И отец засмеялся. Он смеялся, чтобы дать мне понять, что его мозг в порядке и я могу разговаривать и шутить с ним, как прежде.
Потом сквозь яблони до нас долетел голос Гусака: — Дети! Вы — будущее!
И минуту спустя: — Дети! Никогда не оглядывайтесь назад!
— Я закрою окно, лишь бы не слышать его, — сказал я, подмигнув отцу, и он, улыбнувшись мне своей бесконечно прекрасной улыбкой, согласно кивнул.
Спустя какое-то время у него снова подскочила температура. Он сел на коня и ехал верхом несколько дней подряд.
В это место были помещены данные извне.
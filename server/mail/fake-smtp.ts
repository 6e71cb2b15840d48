import { SMTPServer } from "smtp-server";
import { simpleParser } from "mailparser";
import type { Knex } from "knex";

/**
 * The local e-mail fake: an SMTP server on loopback that accepts every message and stores it in
 * the caught_mail table, where the admin-only Outbox screen lists it. Development and tests only.
 */
export async function startMailFake(opts: { db: Knex; port: number; host?: string }): Promise<{ port: number; close: () => Promise<void> }> {
  const server = new SMTPServer({
    authOptional: true,
    disabledCommands: ["STARTTLS", "AUTH"],
    logger: false,
    onData(stream, _session, callback) {
      simpleParser(stream)
        .then(async (mail) => {
          const to = Array.isArray(mail.to) ? mail.to.map((a) => a.text).join(", ") : (mail.to?.text ?? "");
          await opts.db("caught_mail").insert({
            mail_from: mail.from?.text ?? null,
            mail_to: to,
            subject: mail.subject ?? "",
            text_body: mail.text ?? "",
            html_body: typeof mail.html === "string" ? mail.html : null,
            attachments: JSON.stringify(
              mail.attachments.map((a) => ({ filename: a.filename, contentType: a.contentType, size: a.size, content: a.content.toString("base64") })),
            ),
          });
          callback();
        })
        .catch((err) => callback(err));
    },
  });
  await new Promise<void>((resolve, reject) => {
    server.once("error", reject);
    server.listen(opts.port, opts.host ?? "127.0.0.1", () => resolve());
  });
  const address = (server as unknown as { server: { address(): { port: number } } }).server.address();
  return { port: address.port, close: () => new Promise<void>((r) => server.close(() => r())) };
}
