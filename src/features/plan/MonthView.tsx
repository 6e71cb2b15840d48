import { useQuery } from "@tanstack/react-query";
import type { Inspection } from "../../lib/contracts.ts";
import { isOverdue, todayIso } from "../../lib/inspections.ts";
import { Button } from "../../components/Button.tsx";
import { ErrorNote } from "../../components/Alert.tsx";
import { gridRange, monthGrid } from "./calendar.ts";
import { inspectionsQueryOptions } from "./api/inspections.ts";

const WEEKDAYS = ["Mon", "Tue", "Wed", "Thu", "Fri", "Sat", "Sun"];
const MARK: Record<string, string> = { planned: "○", in_progress: "◐", done: "●", cancelled: "⊘" };

export function MonthView({ year, month, filters, onMonth, onOpen }: { year: number; month: number; filters: Record<string, string>; onMonth: (delta: number) => void; onOpen: (i: Inspection) => void }) {
  const weeks = monthGrid(year, month);
  const range = gridRange(weeks);
  const q = useQuery(inspectionsQueryOptions({ ...filters, from: range.from, to: range.to, pageSize: 200, sort: "dueDate" }));
  const byDay = new Map<string, Inspection[]>();
  for (const i of q.data?.items ?? []) {
    const d = i.dueDate.slice(0, 10);
    byDay.set(d, [...(byDay.get(d) ?? []), i]);
  }
  const today = todayIso();
  const title = new Date(year, month, 1).toLocaleDateString("en-GB", { month: "long", year: "numeric" });
  return (
    <div className="overflow-hidden rounded-md border border-line bg-surface shadow-card">
      <div className="flex items-center justify-between border-b border-line px-3 py-2">
        <Button size="sm" onClick={() => onMonth(-1)} aria-label="Previous month">‹ Previous</Button>
        <h3 className="font-semibold" aria-live="polite">{title}</h3>
        <Button size="sm" onClick={() => onMonth(1)} aria-label="Next month">Next ›</Button>
      </div>
      <ErrorNote error={q.error} />
      <div className="grid grid-cols-7 border-b border-line bg-sunken/60 text-caption font-semibold uppercase tracking-wide text-ink-muted">
        {WEEKDAYS.map((d) => (
          <div key={d} className="px-2 py-1.5">{d}</div>
        ))}
      </div>
      <div className="grid grid-cols-7" role="grid" aria-label={`Inspections due in ${title}`}>
        {weeks.flat().map((day) => {
          const items = byDay.get(day.iso) ?? [];
          return (
            <div key={day.iso} role="gridcell" className={`min-h-24 border-b border-r border-line p-1.5 [&:nth-child(7n)]:border-r-0 ${day.inMonth ? "" : "bg-canvas/70"}`}>
              <div className={`num mb-1 text-caption ${day.iso === today ? "inline-grid size-5 place-items-center rounded-full bg-brand font-semibold text-brand-ink" : day.inMonth ? "text-ink-muted" : "text-ink-faint"}`}>{day.day}</div>
              <ul className="flex flex-col gap-1">
                {items.slice(0, 4).map((i) => (
                  <li key={i.id}>
                    <button
                      type="button"
                      onClick={() => onOpen(i)}
                      title={`${i.title} · ${i.assigneeName ?? "unassigned"}`}
                      className={`w-full truncate rounded-sm border px-1 py-px text-left text-caption ${isOverdue(i) ? "border-danger/40 bg-danger-soft text-danger" : i.status === "done" ? "border-line bg-sunken text-ink-muted" : "border-brand/30 bg-brand-soft text-brand-strong"}`}
                    >
                      <span aria-hidden="true">{MARK[i.status] ?? "○"} </span>
                      <span className="num">{i.assetTag ?? `#${i.assetId}`}</span> {i.title}
                    </button>
                  </li>
                ))}
                {items.length > 4 && <li className="text-caption text-ink-muted">+{items.length - 4} more</li>}
              </ul>
            </div>
          );
        })}
      </div>
    </div>
  );
}
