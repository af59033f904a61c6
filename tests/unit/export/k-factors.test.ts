// K-factors in the exports: the provenance says they were used and where they came from, the
// caution adds that they are the user's responsibility, the per-bin K and δK are columns, and
// the K-factor uncertainty is a band of its own (with the PDF band in quadrature only on request).
import { describe, expect, it } from 'vitest'
import { bandsToCsv, bandsToJson, bandsToLatex, K_FACTOR_CAUTION, K_FACTOR_CAUTION_SHORT, provenanceLines, RESULT_CAUTION } from '#shared/export'
import { bandToJson, makeBands } from '#shared/physics/uncertainty/band'
import { parseStudySpec } from '#shared/physics/study/spec'
import { exportBins, exportColumns, resultForExport } from '../../../server/domain/results/export'
import { exportKFactors, kFactorView } from '../../../server/domain/results/k-factors'
import type { StoredBands } from '../../../server/database/schema'
import { expectClose } from '../physics/close'
import { handMadeResult } from './result'

const bins = [{ x: 0.01, q2: 10 }, { x: 0.02, q2: 10 }]
const spec = (kFactors?: unknown) => parseStudySpec({ kernel: 'dis-nc-f2', bins, ...(kFactors ? { kFactors } : {}) })
// Invented band numbers (no physics claim): the PDF band of K-scaled members at 90% CL.
const stored = (cl: number): StoredBands => {
  const band = bandToJson(makeBands([10, 4], [1, 0.5], [2, 0.5]))
  return { ...band, prescription: 'hessian-symmetric', clPercent: cl, pdf: band, alphas: null }
}

describe('the K-factor view of a result', () => {
  it('is null without K-factors, and carries the values without an uncertainty when none was given', () => {
    expect(kFactorView(spec(), stored(68), 68)).toBeNull()
    expect(kFactorView(spec({ values: [1.25, 2] }), stored(68), 68)).toEqual({ values: [1.25, 2], errors: null, source: null, addedInQuadrature: false, error: null, combined: null })
  })

  it('reports δX = |X| δK/K at the band\'s CL apart, and in quadrature only when asked', () => {
    const k = { values: [1.25, 2], errors: [0.1, 0], source: ' our ratio table ' }
    const apart = kFactorView(spec(k), stored(68), 68)!
    // By hand: bin 1, 10 × 0.1 / 1.25 = 0.8; bin 2, δK = 0.
    expectClose(apart.error!, [0.8, 0], 1e-15)
    expect(apart).toMatchObject({ source: 'our ratio table', addedInQuadrature: false, combined: null })
    const both = kFactorView(spec({ ...k, addErrorInQuadrature: true }), stored(90), 90)!
    // At 90% CL the Gaussian multiple is 1.6448536… (two-sided quantile, PDG "Statistics" table).
    const e = 0.8 * 1.6448536269514724
    expectClose(both.error![0]!, e, 1e-9)
    expectClose(both.combined!.plus, [Math.hypot(1, e), 0.5], 1e-9)
    expectClose(both.combined!.minus, [Math.hypot(2, e), 0.5], 1e-9)
  })
})

describe('exports of a result with K-factors', () => {
  const k = { values: [1.25, 2], errors: [0.1, 0], source: 'ratio table v2', addErrorInQuadrature: true }
  const data = () => {
    const r = handMadeResult()
    const s = spec(k)
    const provenance = { ...r.provenance, kFactors: exportKFactors(s) }
    return resultForExport(provenance, s, 'hessian-symmetric', stored(68), null)
  }

  it('puts K and δK beside the kinematics, and nothing more without K-factors', () => {
    expect(exportColumns(spec(k)).map(c => c.key)).toEqual(['x', 'q2', 'kFactor', 'kFactorError'])
    expect(exportBins(spec(k))).toEqual([{ x: 0.01, q2: 10, kFactor: 1.25, kFactorError: 0.1 }, { x: 0.02, q2: 10, kFactor: 2, kFactorError: 0 }])
    expect(exportColumns(spec()).map(c => c.key)).toEqual(['x', 'q2'])
    expect(exportBins(spec())).toEqual(bins)
  })

  it('adds the K-factor band apart and the quadrature band when asked', () => {
    const d = data()
    expect(d.bands.map(b => b.id)).toEqual(['hessian-symmetric', 'k-factor', 'pdf+k-factor'])
    expectClose(Array.from(d.bands[1]!.band.plus), [0.8, 0], 1e-15)
    expectClose(Array.from(d.bands[2]!.band.plus), [Math.hypot(1, 0.8), 0.5], 1e-15)
    const apart = resultForExport(data().provenance, spec({ ...k, addErrorInQuadrature: false }), 'hessian-symmetric', stored(68), null)
    expect(apart.bands.map(b => b.id)).toEqual(['hessian-symmetric', 'k-factor'])
  })

  it('says in CSV, JSON and LaTeX that K-factors were used, their source, and whose responsibility they are', () => {
    const d = data()
    const line = provenanceLines(d.provenance, d.observable, 'bands').find(l => l.startsWith('K-factors: '))
    expect(line).toMatch(/per-bin K-factors multiply every member before the bands.*source: ratio table v2.*added in quadrature/)
    const csv = bandsToCsv(d)
    expect(csv).toContain(`# ${line}`)
    expect(csv).toContain(`# caution: ${RESULT_CAUTION} ${K_FACTOR_CAUTION}`)
    expect(csv.split('\r\n').find(l => l.startsWith('x,'))).toMatch(/^x,q2,kFactor,kFactorError,central\[hessian-symmetric\].*central\[k-factor\].*central\[pdf\+k-factor\]/)
    const json = bandsToJson(d)
    expect(json.caution).toBe(`${RESULT_CAUTION} ${K_FACTOR_CAUTION}`)
    expect(json.provenance.kFactors).toEqual({ source: 'ratio table v2', withErrors: true, addedInQuadrature: true })
    const tex = bandsToLatex(d)
    expect(tex).toContain('$\\delta K$')
    expect(tex).toContain(K_FACTOR_CAUTION_SHORT)
  })

  it('keeps the caution as it was without K-factors', () => {
    const r = handMadeResult()
    expect(bandsToJson(r).caution).toBe(RESULT_CAUTION)
    expect(bandsToCsv(r)).not.toContain('K-factor')
    expect(bandsToLatex(r)).not.toContain('K-factor')
  })
})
Меня он уже никогда не увидел.
14
Но что ей было делать, если она вдруг оказалась среди детей, если перевозчик исчез вместе с лодкой и вокруг не было ничего, кроме бесконечной воды?
Она решила бороться.
Ах, до чего грустно: живя в маленьком западноевропейском городе, она никогда ни к чему не стремилась, а здесь, среди детей (в мире вещей, что ничего не весят), она станет бороться?
Но как, кстати, она собирается бороться?
Когда в день своего приезда она, уклонившись от игр, бросилась на свою кровать, словно это была неприступная крепость, то уже в воздухе почувствовала растущую враждебность детей и испугалась. Решила предотвратить ее, расположив их к себе. А это, конечно, означает, что ей надо стать такой же, как они, принять их язык. И в самом деле: она добровольно участвует во всех их играх, вкладывает во все их затеи свою фантазию и свою физическую силу, и дети, естественно, вскоре поддаются ее чарам.